A 1ª crônica no JORNAL
DO BRASIL:(Quinta-feira, 2 de
outubro de 1969)
Carlos Drummond de
Andrade
Nos últimos tempos, vem
acontecendo leilões de navios e leilões de ilhas, não sei se de montanhas. O
leiloeiro, diante de um público restrito, mas de alto poder econômico (não há
por aí gente em condições de arrematar uma ilha ou um navio inteiro), faz se
exatamente como se se tratasse de um aparelho de chá ou de um lote de miudezas.

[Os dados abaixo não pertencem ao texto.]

/** Calls these properties found misbehaving (each fixed; the expected messages are the fixed ones). */
describe('regressions found by the CLI properties', () => {
  const refused = async (argv: string[], message: RegExp) => {
    const c = await run(argv);
    expect(c.code).toBe(2);
    expect(c.err.length).toBe(1);
    expect(c.err[0]).toMatch(message);
    expect(c.err[0]).not.toMatch(/Infinity|NaN|[\r\n]/);
  };
  it('a negative or overflowing --alpha-max is refused in S/m, not as a normalised -Infinity', async () => {
    await refused(['reflect', '--layers', '8', '--order', '3', '--ppw', '20', '--alpha-max', '-1e308', '--cell', '1e-8'], /alpha_max must be at least 0 S\/m \(got -1e308\)/);
    await refused(['reflect', '--layers', '8', '--order', '3', '--ppw', '20', '--alpha-max', '1e308', '--cell', '0.01', '--index', '4'], /alpha_max .* is out of range/);
  });
  it('a quantity that overflows ("1e400 m", "1e308 km", bare 1e400) is refused with the text typed', async () => {
    await refused(['cost', '--cells', '10', '--layers', '2', '--cell', '1e400 m', '--courant', '0.5', '--duration', '1 ps'], /cell is out of range \(got "1e400 m"\)/);
    await refused(['cost', '--cells', '10', '--layers', '2', '--cell', '1e308 km', '--courant', '0.5', '--duration', '1 ps'], /cell is out of range \(got "1e308 km"\)/);
  });
  it('a run of more than 2^53 - 1 steps is refused (a 1e-300 m cell gave 1.5e301 steps and an infinite runtime, shown as null)', async () => {
    // The cell itself is now refused below 1e-15 m; at that size 20 ns still needs more than 2^53 - 1 steps.
    await refused(
      ['cost', '--cells', '24,358', '--layers', '5', '--cell', '1e-300', '--courant', '0.4', '--duration', '20 ns', '--throughput', '2e7', '--json'],
      /cell must be a number from 1e-6 nm to 1e\+9 nm \(got 1e-300\)/,
    );
    await refused(
      ['cost', '--cells', '24,358', '--layers', '5', '--cell', '1e-15 m', '--courant', '0.4', '--duration', '20 ns', '--throughput', '2e7', '--json'],
      /the run needs 1\.499e\+16 time steps .* more than 9007199254740991/,
    );
  });
  it('a line break in a value stays on one line of stderr', async () => {
    await refused(['cost', '--cells', '10', '--layers', '2', '--cell', '1\n2', '--courant', '0.5', '--duration', '1 ps'], /cell must be a length such as 20 nm or 0\.02 um \(got "1\\n2"\)/);
  });
  it('an alpha_max whose normalised value overflows fails its row in S/m, not as a normalised Infinity', async () => {
    const file = path.join(dir, 'regression-alpha.csv');
    writeFileSync(file, writeCsv([demoHeader, bases[0].map((v, k) => (demoHeader[k] === 'alpha_max' ? '1e308' : v))]));
    const c = await run(['plan', file]);
    expect(c.code).toBe(1);
    expect(c.err).toEqual(['hush plan: row 2: alpha_max 1e+308 S/m is out of range for a 2e-8 m cell at index 1.44 (α·η₀·Δ·n overflows)']);
  });
  it('a table cell "-1e400" fails its row quoting the text, not as -Infinity', async () => {
    const file = path.join(dir, 'regression-1e400.csv');
    writeFileSync(file, writeCsv([demoHeader, bases[0].map((v, k) => (demoHeader[k] === 'index_max' ? '-1e400' : v))]));
    const c = await run(['plan', file]);
    expect(c.code).toBe(1);
    expect(c.err).toEqual(['hush plan: row 2: index_max is out of range (got -1e400)']);
  });
});

describe('regressions found by the CLI properties (ring-down)', () => {
  it('a ring_target of 5e-324 rings down in finite time (1/5e-324 overflowed to an infinite duration)', async () => {
    const file = path.join(dir, 'regression-ring-target.csv');
    const k = demoHeader.indexOf('ring_target');
    // Demo row 2 (high-Q ring) with the smallest positive double as its target: ln(1/δ) = −ln δ ≈ 744.4 (derived).
    writeFileSync(file, writeCsv([demoHeader, bases[1].map((v, j) => (j === k ? '5e-324' : v))]));
    const c = await run(['plan', file, '--json']);
    expect(c.err).toEqual([]);
    expect(c.code).toBe(0);
    const [row] = JSON.parse(c.out[0]);
    expect(row.failed).toBe(false);
    expect(Number.isFinite(row.outputs.steps)).toBe(true);
  });
});
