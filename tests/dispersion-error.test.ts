import { describe, expect, it } from 'vitest';
import {
  CpmlLine,
  HushInputError,
  dispersionError,
  dispersionPpwForError,
  intensityErrorFromAmplitude,
  lineShiftError,
  lineShiftForError,
  phaseVelocityRatio,
} from '../src/physics';
import { dtftAt, fixedWavenumberFrequencyRatio } from '../src/physics/internal';

const DEG = Math.PI / 180;

describe('which dispersion error applies', () => {
  const grid = { ppw: 20, courant: 0.5, dimensions: 1 };
  it('neither a path nor q: no dispersion error, nothing assumed', () => {
    const d = dispersionError(grid);
    expect(d.applies).toBe('none');
    expect(d.error).toBe(0);
    expect(d.phaseSlip).toBeNull();
    expect(d.frequencyShift).toBeNull();
    expect(d.phaseVelocityRatio).toBe(phaseVelocityRatio(grid));
  });
  it('a path only: the phase slip; q only: the resonance shift; both: they add (worst) or add in quadrature (random)', () => {
    const path = dispersionError({ ...grid, pathWavelengths: 3 });
    const res = dispersionError({ ...grid, q: 50 });
    const both = dispersionError({ ...grid, pathWavelengths: 3, q: 50 });
    expect(path.applies).toBe('path');
    expect(res.applies).toBe('resonance');
    expect(both.applies).toBe('path and resonance');
    expect(both.error).toBe((path.pathError as number) + (res.resonanceError as number));
    const r = dispersionError({ ...grid, pathWavelengths: 3, q: 50, phase: 'random' });
    expect(r.error).toBeCloseTo(Math.hypot(r.pathError as number, r.resonanceError as number), 15);
    // The resonance part has no unknown phase: the same in both models.
    expect(r.resonanceError).toBe(res.resonanceError);
  });
});

describe('path error (physics.md §7)', () => {
  it('Δφ = (k̃ − k)·L = 2π·W·(v/v_p − 1) at fixed frequency, ≈ 2π·W·(1 − v_p/v) to first order', () => {
    const vp = phaseVelocityRatio({ ppw: 20, courant: 0.5, dimensions: 1 });
    const d = dispersionError({ ppw: 20, courant: 0.5, dimensions: 1, pathWavelengths: 10 });
    // k̃ for the 1-D grid by its closed form 2·asin(sin(πS/p)/S) (Taflove & Hagness, 3rd ed., ch. 4); k = 2π/p.
    const kTilde = 2 * Math.asin(Math.sin(Math.PI * 0.5 / 20) / 0.5);
    expect(d.phaseSlip as number).toBeCloseTo((kTilde - (2 * Math.PI) / 20) * 10 * 20, 12);
    expect((d.phaseSlip as number) / (2 * Math.PI * 10 * (1 - vp))).toBeCloseTo(1 / vp, 12);
  });
  it('the error field E·(e^{iΔφ} − 1) has amplitude 2 sin(|Δφ|/2), entering like an echo (physics.md §1)', () => {
    for (const phase of ['worst', 'random'] as const) {
      const d = dispersionError({ ppw: 12, courant: 0.5, dimensions: 1, pathWavelengths: 4, phase });
      const slip = d.phaseSlip as number;
      const A = Math.hypot(Math.cos(slip) - 1, Math.sin(slip));
      expect(d.pathError as number).toBeCloseTo(intensityErrorFromAmplitude(A, { phase }), 13);
    }
  });
  it('worst case over the monitor phase: brute force over the phase ψ of the other fields gives (1 + A)² − 1 (independent computation)', () => {
    const d = dispersionError({ ppw: 15, courant: 0.5, dimensions: 1, pathWavelengths: 2 });
    const slip = d.phaseSlip as number;
    // Monitor field F (|F| = 1) plus the path field's error E·(e^{iΔφ} − 1) with |E| = |F|, at every relative phase ψ.
    let worst = 0;
    for (let k = 0; k < 100000; k++) {
      const psi = (2 * Math.PI * k) / 100000;
      const re = 1 + Math.cos(psi) * (Math.cos(slip) - 1) - Math.sin(psi) * Math.sin(slip);
      const im = Math.sin(psi) * (Math.cos(slip) - 1) + Math.cos(psi) * Math.sin(slip);
      worst = Math.max(worst, Math.abs(re * re + im * im - 1));
    }
    expect(d.pathError as number).toBeCloseTo(worst, 8);
  });
  it('a slip beyond π gives the largest error, A = 2 (documented cap)', () => {
    const d = dispersionError({ ppw: 6, courant: 0.5, dimensions: 1, pathWavelengths: 1000 });
    expect(Math.abs(d.phaseSlip as number)).toBeGreaterThan(Math.PI);
    expect(d.pathError).toBe(8);
  });
});

describe('resonance error: a shifted Lorentzian line (derived in src/physics/dispersion-error.ts)', () => {
  it('the worst relative intensity error over the line is 2s(s + √(1 + s²)), s = Q·|Δf/f| (brute force over the line)', () => {
    for (const s of [1e-3, 0.05, 0.5, 3.5]) {
      const x = 2 * s;
      let worst = 0;
      for (let k = -400000; k <= 400000; k++) {
        const u = k * 1e-4;
        const truth = 1 / (1 + u * u);
        const grid = 1 / (1 + (u - x) ** 2);
        worst = Math.max(worst, Math.abs(grid / truth - 1));
      }
      expect(lineShiftError(s) / worst).toBeCloseTo(1, 6);
      expect(lineShiftForError(lineShiftError(s))).toBeCloseTo(s, 13);
    }
  });
  it('Δf/f = 1 − ω̃/ω for a mode of fixed wavenumber, ≈ 1 − v_p/v to first order (physics.md §7)', () => {
    for (const p of [10, 20, 80]) {
      const d = dispersionError({ ppw: p, courant: 0.5, dimensions: 1, q: 10 });
      const vp = phaseVelocityRatio({ ppw: p, courant: 0.5, dimensions: 1 });
      expect((d.frequencyShift as number) / (1 - vp)).toBeCloseTo(1, 1);
      expect(d.shiftLinewidths).toBeCloseTo(10 * (d.frequencyShift as number), 15);
    }
  });
  it('time domain: the modes of a 1-D conducting cavity sit at the grid frequency ω̃ (measured to ≤ 1e-4 of the shift)', () => {
    // Cavity of L = 40 cells between conductors: modes sin(kx) with k = mπ/L exactly on the grid; mode m = 4 has 20 cells per wavelength.
    const S = 0.5;
    const L = 40;
    const line = new CpmlLine({ cells: L, courantMedium: S });
    const steps = 20000;
    const rec = new Float64Array(steps);
    const src = 7;
    const probe = 23;
    const tau = 3;
    for (let n = 0; n < steps; n++) {
      line.step();
      const t = n - 20;
      if (n < 40) line.e[src] += -2 * t / (tau * tau) * Math.exp(-((t / tau) ** 2));
      rec[n] = line.e[probe];
    }
    // Hann window, then the peak of |X(ω)| by golden-section search near the mode.
    for (let n = 0; n < steps; n++) rec[n] *= 0.5 - 0.5 * Math.cos((2 * Math.PI * n) / (steps - 1));
    const z = new Float64Array(2);
    const mag = (w: number) => {
      dtftAt(rec, steps, w, z);
      return Math.hypot(z[0], z[1]);
    };
    const figures: string[] = [];
    for (const m of [2, 4, 8]) {
      const k = (m * Math.PI) / L;
      const ppw = (2 * L) / m;
      const predicted = fixedWavenumberFrequencyRatio(ppw, S, 1, 0, 0) * k * S; // ω̃Δt
      let a = predicted - 2e-3;
      let b = predicted + 2e-3;
      const g = (Math.sqrt(5) - 1) / 2;
      for (let it = 0; it < 60; it++) {
        const c1 = b - g * (b - a);
        const c2 = a + g * (b - a);
        if (mag(c1) > mag(c2)) b = c2;
        else a = c1;
      }
      const measuredShift = 1 - (0.5 * (a + b)) / (k * S);
      const model = dispersionError({ ppw, courant: S, dimensions: 1, q: 1 }).frequencyShift as number;
      const rel = Math.abs(measuredShift - model) / model;
      figures.push(`${ppw} cells/λ: shift ${model.toExponential(4)}, relative difference ${rel.toExponential(2)}`);
      expect(rel).toBeLessThanOrEqual(1e-4);
    }
    console.log(`cavity modes: ${figures.join('; ')} (${(steps * line.nodes).toExponential(2)} cell updates)`);
  });
});

describe('worst direction: the axis (derived in src/physics/dispersion-error.ts by concavity)', () => {
  it('no direction or azimuth is slower than the axis, nor shifts a mode more (scan over directions, 2-D and 3-D)', () => {
    for (const [dims, s] of [
      [2, 0.7],
      [2, 0.3],
      [3, 0.57],
      [3, 0.2],
    ]) {
      for (const p of [4, 8, 20]) {
        const axis = phaseVelocityRatio({ ppw: p, courant: s, dimensions: dims });
        const axisShift = 1 - fixedWavenumberFrequencyRatio(p, s, 1, 0, 0);
        for (let th = 0; th <= 90; th += 2.5) {
          for (let ph = 0; ph <= (dims === 3 ? 90 : 0); ph += 7.5) {
            expect(phaseVelocityRatio({ ppw: p, courant: s, dimensions: dims, angleDeg: th, azimuthDeg: ph })).toBeGreaterThanOrEqual(axis * (1 - 1e-15));
            const t = th * DEG;
            const f = ph * DEG;
            const shift = 1 - fixedWavenumberFrequencyRatio(p, s, Math.abs(Math.cos(t)), Math.abs(Math.sin(t) * Math.cos(f)), Math.abs(Math.sin(t) * Math.sin(f)));
            expect(shift).toBeLessThanOrEqual(axisShift * (1 + 1e-12));
          }
        }
      }
    }
  });
});

describe('fewest cells per wavelength for a dispersion error', () => {
  it('inverts the error: at the answer the error is within the bound, just below it is not', () => {
    for (const spec of [
      { courant: 0.5, dimensions: 1, pathWavelengths: 10 },
      { dimensions: 3, index: 3.48, q: 1000 },
      { dimensions: 2, pathWavelengths: 30, q: 200, phase: 'random' as const },
    ]) {
      for (const eps of [1e-3, 1e-2, 0.1]) {
        const p = dispersionPpwForError(spec, eps);
        expect(dispersionError({ ...spec, ppw: p }).error).toBeLessThanOrEqual(eps);
        expect(dispersionError({ ...spec, ppw: p * (1 - 1e-9) }).error).toBeGreaterThan(eps);
      }
    }
  });
  it('needs a path or q, and refuses what no grid meets', () => {
    expect(() => dispersionPpwForError({ dimensions: 2 }, 0.01)).toThrow(/neither a path nor q/);
    expect(() => dispersionPpwForError({ dimensions: 2, pathWavelengths: 1e9 }, 1e-12)).toThrow(/even 1000000 cells per wavelength/);
  });
});

describe('bad input', () => {
  it('gets specific errors', () => {
    const cases: [() => unknown, RegExp][] = [
      [() => dispersionError({ ppw: 2, courant: 0.5, dimensions: 1, q: 10 }), /cells per wavelength must be more than 3/],
      [() => dispersionError({ ppw: 20, pathWavelengths: -1 }), /path must be at least 0/],
      [() => dispersionError({ ppw: 20, q: 0 }), /quality factor must be greater than 0/],
      [() => dispersionError({ ppw: 20, q: 10, resonancePpw: 1.5 }), /resonance cells per wavelength must be greater than 2/],
      [() => dispersionError({ ppw: 20, phase: 'often' as never }), /phase must be "worst" or "random"/],
    ];
    for (const [f, m] of cases) {
      expect(f).toThrow(HushInputError);
      expect(f).toThrow(m);
    }
  });
});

Só que é estranho ver uma ilha leiloada, com suas águas, plantas, bichos,
minerais, caminhos, casas e outras benfeitorias. Quem dá mais? Dou-lhe uma, dou-lhe duas... De
repente, ao entardecer, a ilha aparece no salão escuro, cercada de dívida;
emerge da papelada do espólio, ocupa a rua, caminhamos por ela através dos
lances do leilão, de gritos martelados.
Com o navio sucede a
mesma coisa. É um velho barco desmoralizado, mas como viajou! Se tardar um
pouco o leilão, êle se reduzirá a sucata. Vai afundando... mas tudo que foi
susto ou alegria de navegação vem a tona, e a sala se enche de gíria da
marujada, cabeludas histórias de bordo, ventos, tempestades, tatuagens, o diabo
sôlto no mar.Mesmo em ruínas, que nobre é o navio, inclusive os cargueiros!